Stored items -
/---

/**
 * UTC to TT: TT = TAI + 32.184 s, TAI − UTC whole seconds since 1972; before that TT = UT + ΔT by table.
 *
 * Source: IERS Bulletin C and its list of leap seconds (the list of 2026 July, valid to 2027 June 28).
 */
import { jdFromCalendar } from './calendar'
import { DELTA_T_YEARS, deltaTSeconds } from './delta-t'
import { julianEpochFromJd } from './epochs'

/** TT − TAI, s. */
export const TT_MINUS_TAI_S = 32.184

const SECONDS_PER_DAY = 86400

/** Year, month (from its first day, 0h UTC) and TAI − UTC, s. */
const LEAP_SECONDS: readonly (readonly [number, number, number])[] = [
  [1972, 1, 10], [1972, 7, 11], [1973, 1, 12], [1974, 1, 13], [1975, 1, 14], [1976, 1, 15], [1977, 1, 16], [1978, 1, 17], [1979, 1, 18],
  [1980, 1, 19], [1981, 7, 20], [1982, 7, 21], [1983, 7, 22], [1985, 7, 23], [1988, 1, 24], [1990, 1, 25], [1991, 1, 26], [1992, 7, 27],
  [1993, 7, 28], [1994, 7, 29], [1996, 1, 30], [1997, 7, 31], [1999, 1, 32], [2006, 1, 33], [2009, 1, 34], [2012, 7, 35], [2015, 7, 36],
  [2017, 1, 37],
]

const steps = LEAP_SECONDS.map(([year, month, seconds]) => ({ jdUtc: jdFromCalendar({ year, month, day: 1 }), seconds }))

/** Julian date (UTC) after which a later leap second may be missing from the table: 2027 June 28. */
export const LEAP_SECONDS_EXPIRE_JD = 2461584.5

/**
 * TAI − UTC.
 * @param jdUtc JD of UTC, d, from 1972 January 1.
 * @returns whole seconds; the last known value after the table's expiry; NaN before 1972.
 * Source: IERS Bulletin C.
 */
export function taiMinusUtcSeconds(jdUtc: number): number {
  let seconds = NaN
  for (const step of steps) if (jdUtc >= step.jdUtc) seconds = step.seconds
  return seconds
}

/**
 * TT − UTC (before 1972 TT − UT).
 * @param jdUtc JD of UTC or UT, d, from 1620.
 * @returns s: exact to the table's expiry from 1972, by ΔT before (0.2 s after 1900, several seconds before 1700); NaN before 1620.
 * Source: IERS Bulletin C; Meeus 1998, Astronomical Algorithms, Table 10.A.
 */
export function ttMinusUtcSeconds(jdUtc: number): number {
  const taiMinusUtc = taiMinusUtcSeconds(jdUtc)
  if (taiMinusUtc === taiMinusUtc) return taiMinusUtc + TT_MINUS_TAI_S
  const epochYr = julianEpochFromJd(jdUtc)
  return epochYr < DELTA_T_YEARS.first ? NaN : deltaTSeconds(epochYr)
}

/**
 * Julian date of TT from that of UTC.
 * @param jdUtc JD of UTC (before 1972 of UT), d, from 1620.
 * @returns JD of TT, d; NaN before 1620.
 * Source: IERS Bulletin C; Meeus 1998, Astronomical Algorithms, Table 10.A.
 */
export function ttFromUtc(jdUtc: number): number {
  return jdUtc + ttMinusUtcSeconds(jdUtc) / SECONDS_PER_DAY
}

\---

WHAT TO DO - Every entry must be set down again exactly as it reads.

EXPECTED ANSWER -
/**
 * UTC to TT: TT = TAI + 32.184 s, TAI − UTC whole seconds since 1972; before that TT = UT + ΔT by table.
 *
 * Source: IERS Bulletin C and its list of leap seconds (the list of 2026 July, valid to 2027 June 28).
 */
import { jdFromCalendar } from './calendar'
import { DELTA_T_YEARS, deltaTSeconds } from './delta-t'
import { julianEpochFromJd } from './epochs'

/** TT − TAI, s. */
export const TT_MINUS_TAI_S = 32.184

const SECONDS_PER_DAY = 86400

/** Year, month (from its first day, 0h UTC) and TAI − UTC, s. */
const LEAP_SECONDS: readonly (readonly [number, number, number])[] = [
  [1972, 1, 10], [1972, 7, 11], [1973, 1, 12], [1974, 1, 13], [1975, 1, 14], [1976, 1, 15], [1977, 1, 16], [1978, 1, 17], [1979, 1, 18],
  [1980, 1, 19], [1981, 7, 20], [1982, 7, 21], [1983, 7, 22], [1985, 7, 23], [1988, 1, 24], [1990, 1, 25], [1991, 1, 26], [1992, 7, 27],
  [1993, 7, 28], [1994, 7, 29], [1996, 1, 30], [1997, 7, 31], [1999, 1, 32], [2006, 1, 33], [2009, 1, 34], [2012, 7, 35], [2015, 7, 36],
  [2017, 1, 37],
]

const steps = LEAP_SECONDS.map(([year, month, seconds]) => ({ jdUtc: jdFromCalendar({ year, month, day: 1 }), seconds }))

/** Julian date (UTC) after which a later leap second may be missing from the table: 2027 June 28. */
export const LEAP_SECONDS_EXPIRE_JD = 2461584.5

/**
 * TAI − UTC.
 * @param jdUtc JD of UTC, d, from 1972 January 1.
 * @returns whole seconds; the last known value after the table's expiry; NaN before 1972.
 * Source: IERS Bulletin C.
 */
export function taiMinusUtcSeconds(jdUtc: number): number {
  let seconds = NaN
  for (const step of steps) if (jdUtc >= step.jdUtc) seconds = step.seconds
  return seconds
}

/**
 * TT − UTC (before 1972 TT − UT).
 * @param jdUtc JD of UTC or UT, d, from 1620.
 * @returns s: exact to the table's expiry from 1972, by ΔT before (0.2 s after 1900, several seconds before 1700); NaN before 1620.
 * Source: IERS Bulletin C; Meeus 1998, Astronomical Algorithms, Table 10.A.
 */
export function ttMinusUtcSeconds(jdUtc: number): number {
  const taiMinusUtc = taiMinusUtcSeconds(jdUtc)
  if (taiMinusUtc === taiMinusUtc) return taiMinusUtc + TT_MINUS_TAI_S
  const epochYr = julianEpochFromJd(jdUtc)
  return epochYr < DELTA_T_YEARS.first ? NaN : deltaTSeconds(epochYr)
}

/**
 * Julian date of TT from that of UTC.
 * @param jdUtc JD of UTC (before 1972 of UT), d, from 1620.
 * @returns JD of TT, d; NaN before 1620.
 * Source: IERS Bulletin C; Meeus 1998, Astronomical Algorithms, Table 10.A.
 */
export function ttFromUtc(jdUtc: number): number {
  return jdUtc + ttMinusUtcSeconds(jdUtc) / SECONDS_PER_DAY
}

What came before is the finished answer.